The manner of Warner's promotion gave him lots of publicity in the US.  Promoted "in the field" as the hero in Wood's rescue, Warner was the Australian spokesman in the US, hailing the feat as a success-story for the Coalition"s Operation Lightning.  Wood's statements backed this story, and Wood, via handshake from PM Howard, made it along the publicity track as far as the NBC Today Show, though his request for a handshake with Dubya didn't happen.  Dubya extolled Operation Lightning, perceived as the teaching of military independance to Iraq, as an outstanding success. 

It's my belief that the Wood story was being framed for "feel-good international co-operation" TV bites, evidence Bush could take to the people that they were participating in a truly international exercise. The fact that Bush didn't use it doesn't denigrate Nick Warner's efforts.

Warner is at one end of the foodchain, Thawley, the man who averted the US inquiry, at the other. Large US centred operations are in the middle, and ASIO is being "promoted." Why?

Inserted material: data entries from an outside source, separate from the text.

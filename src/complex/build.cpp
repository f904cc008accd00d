#include "complex/build.hpp"

#include <algorithm>
#include <cmath>
#include <cstddef>
#include <numbers>
#include <utility>

#include <Eigen/Geometry>

#include <fmt/format.h>

#include "complex/assembly.hpp"
#include "complex/charges.hpp"
#include "complex/conformation.hpp"
#include "core/at_place.hpp"
#include "molecule/element.hpp"
#include "symmetry/molecular_symmetry.hpp"

namespace irrepwise {
namespace {

// Rounding of the library's coordinates is made good; distances as requested are not touched.
constexpr double largest_rounding_angstrom = 1e-3;

double twist_of(const Site& site, const Pose& pose) {
  const Eigen::Vector3d reference = reference_direction(site.along);
  const Eigen::Vector3d x = pose.axes.col(0);
  const double angle = std::atan2(x.dot(site.along.cross(reference)), x.dot(reference));
  const double degrees = angle * 180.0 / std::numbers::pi;
  if (std::abs(degrees) < 1e-6) return 0.0;
  return degrees < -180.0 + 1e-6 ? degrees + 360.0 : degrees;
}

// Adds the atoms and tells their indices.
std::vector<int> add_atoms(const std::vector<Atom>& body,
                           const std::vector<Eigen::Vector3d>& positions, std::vector<Atom>& all) {
  std::vector<int> indices;
  for (std::size_t i = 0; i < body.size(); ++i) {
    indices.push_back(static_cast<int>(all.size()));
    all.push_back({body[i].atomic_number, positions[i]});
  }
  return indices;
}

BuiltLigand built(const Site& site, const Pose& pose, std::vector<int> atoms) {
  BuiltLigand ligand;
  ligand.name = site.seated.ligand->name;
  ligand.charge = site.seated.ligand->charge;
  ligand.centres = {site.centre};
  ligand.vertices = site.seated.request.vertices;
  ligand.atoms = std::move(atoms);
  ligand.distances_angstrom = site.body.distances_angstrom;
  ligand.denticity = site.seated.binding->denticity();
  ligand.hapticity = site.seated.binding->hapticity();
  ligand.electrons = site.seated.binding->electrons;
  ligand.turns = site.body.turns;
  ligand.twist_degrees = site.body.turns ? twist_of(site, pose) : 0.0;
  ligand.bite_degrees = site.body.bite_degrees;
  ligand.mirrored = site.body.has_hand && pose.mirrored;
  return ligand;
}

BuiltLigand built(const PlacedBridge& bridge, std::vector<int> atoms) {
  BuiltLigand ligand;
  ligand.name = bridge.ligand->name;
  ligand.charge = bridge.ligand->charge;
  ligand.centres = {0, 1};
  ligand.vertices = {bridge.request.vertices[0], bridge.request.vertices[1]};
  ligand.atoms = std::move(atoms);
  ligand.distances_angstrom = bridge.distances_angstrom;
  ligand.electrons = bridge.ligand->bridging_electrons.value_or(0);
  return ligand;
}

std::vector<BuiltCentre> count_centres(const ComplexSpec& complex, const Charges& charges,
                                       const std::vector<BuiltLigand>& ligands) {
  std::vector<BuiltCentre> centres;
  for (std::size_t c = 0; c < complex.centres.size(); ++c) {
    const CentreSpec& spec = complex.centres[c];
    int donated = 0;
    for (const BuiltLigand& ligand : ligands) {
      const auto& holders = ligand.centres;
      const bool here =
          std::find(holders.begin(), holders.end(), static_cast<int>(c)) != holders.end();
      if (here) donated += ligand.electrons;
    }
    const std::string& place = spec.oxidation ? spec.oxidation_place : complex.charge_place;
    const ElectronCount electrons = at_place(place, [&] {
      return count_electrons(spec.atomic_number, charges.oxidation[c], donated,
                             complex.metal_metal_bond);
    });
    centres.push_back({static_cast<int>(c), std::string(spec.polyhedron.kind().symbol), electrons});
  }
  return centres;
}

std::string ligand_words(const BuiltLigand& ligand) {
  std::string words;
  for (const int vertex : ligand.vertices)
    words += fmt::format("{}{}", words.empty() ? "" : "+", vertex);
  if (ligand.centres.size() == 2)
    words = fmt::format("{}-{}", ligand.vertices[0], ligand.vertices[1]);
  words += " " + ligand.name;
  if (ligand.hapticity > 1) words += fmt::format(" η{}", ligand.hapticity);
  double least = ligand.distances_angstrom[0];
  double most = least;
  for (const double d : ligand.distances_angstrom) {
    least = std::min(least, d);
    most = std::max(most, d);
  }
  words += most - least < 5e-4
               ? fmt::format(" at {:.3f} Å", least)
               : fmt::format(" at {:.3f} and {:.3f} Å", ligand.distances_angstrom[0],
                             ligand.distances_angstrom[1]);
  if (ligand.turns) words += fmt::format(" twist {:.0f}°", ligand.twist_degrees + 0.0);
  if (ligand.mirrored) words += " mirrored";
  return words;
}

std::string how_made(const ComplexSpec& complex, const std::vector<BuiltCentre>& centres,
                     const std::vector<BuiltLigand>& ligands) {
  std::string words = "built:";
  for (std::size_t c = 0; c < centres.size(); ++c) {
    words += fmt::format("{} {}({}) {}", c == 0 ? "" : " and",
                         element_symbol(complex.centres[c].atomic_number),
                         signed_number(centres[c].electrons.oxidation), centres[c].polyhedron);
    const Polyhedron& polyhedron = complex.centres[c].polyhedron;
    if (polyhedron.angle_degrees() != polyhedron.kind().angle_degrees) {
      words +=
          fmt::format(" with {} {:.1f}°", polyhedron.kind().free_angle, polyhedron.angle_degrees());
    }
  }
  for (const BuiltLigand& ligand : ligands) words += "; " + ligand_words(ligand);
  if (complex.metal_metal_bond > 0) {
    words += fmt::format("; bond of order {} between the metals counted", complex.metal_metal_bond);
  }
  return words;
}

// The molecule with its rounding errors averaged over the group, in the frame it was built in.
Molecule made_exact(const Molecule& molecule, const MolecularSymmetry& symmetry) {
  Eigen::Matrix3Xd positions = symmetry.rotation.transpose() * symmetry.molecule.positions();
  positions.colwise() += symmetry.origin;
  positions.colwise() -= positions.col(0).eval();  // the first metal stays at the origin
  return molecule.with_positions(positions);
}

}  // namespace

BuiltComplex build_complex(const ComplexSpec& complex) {
  const Assembly assembly = assemble(complex);
  const Charges charges = settle_charges(complex, assembly);
  std::vector<int> metals;
  for (const CentreSpec& centre : complex.centres) metals.push_back(centre.atomic_number);
  const std::vector<Pose> poses = at_place(complex.centres.front().place,
                                           [&] { return most_symmetric_poses(assembly, metals); });
  std::vector<Atom> atoms;
  for (std::size_t m = 0; m < metals.size(); ++m) atoms.push_back({metals[m], assembly.metals[m]});
  std::vector<BuiltLigand> ligands;
  for (std::size_t i = 0; i < assembly.sites.size(); ++i) {
    const Site& site = assembly.sites[i];
    const Eigen::Vector3d& metal = assembly.metals[static_cast<std::size_t>(site.centre)];
    ligands.push_back(
        built(site, poses[i],
              add_atoms(site.body.atoms, posed(site.body.atoms, poses[i], metal), atoms)));
  }
  for (const PlacedBridge& bridge : assembly.bridges) {
    ligands.push_back(built(bridge, add_atoms(bridge.ligand->atoms, bridge.positions, atoms)));
  }
  std::vector<BuiltCentre> centres = count_centres(complex, charges, ligands);
  std::string how = how_made(complex, centres, ligands);
  const Molecule rough(std::move(atoms), charges.total);
  const MolecularSymmetry symmetry = find_symmetry(rough);
  const bool only_rounding = symmetry.largest_shift_angstrom < largest_rounding_angstrom;
  return {only_rounding ? made_exact(rough, symmetry) : rough,
          std::move(centres),
          std::move(ligands),
          symmetry.group.symbol().name(),
          only_rounding ? symmetry.largest_shift_angstrom : 0.0,
          std::move(how)};
}

}  // namespace irrepwise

What else to the international treatment of both the AWB and the cirumstances of Wood's release have in common?

Supportive documentation for this line of questioning can be found in my blog of the Wood release here.

Intelligence

There's so much stuff around, one can only assume that not only Australia's, but various other nations' intelligence agencies were deliberately letting this thing run out as a means of penetrating Iraqi assets.

That could be the only possible explanation for this thing being allowed to run as far as it has.

If that's not the case, then we should be also sacking the top layer of ASIO and our defense chiefs.

Uhhuh. .Logic unravels all lies.

Amazing that they should "let this run" without informing or keeping the government of the day up to date from the relevent department or even NSA, which gives the daily or near such briefs to the PM group.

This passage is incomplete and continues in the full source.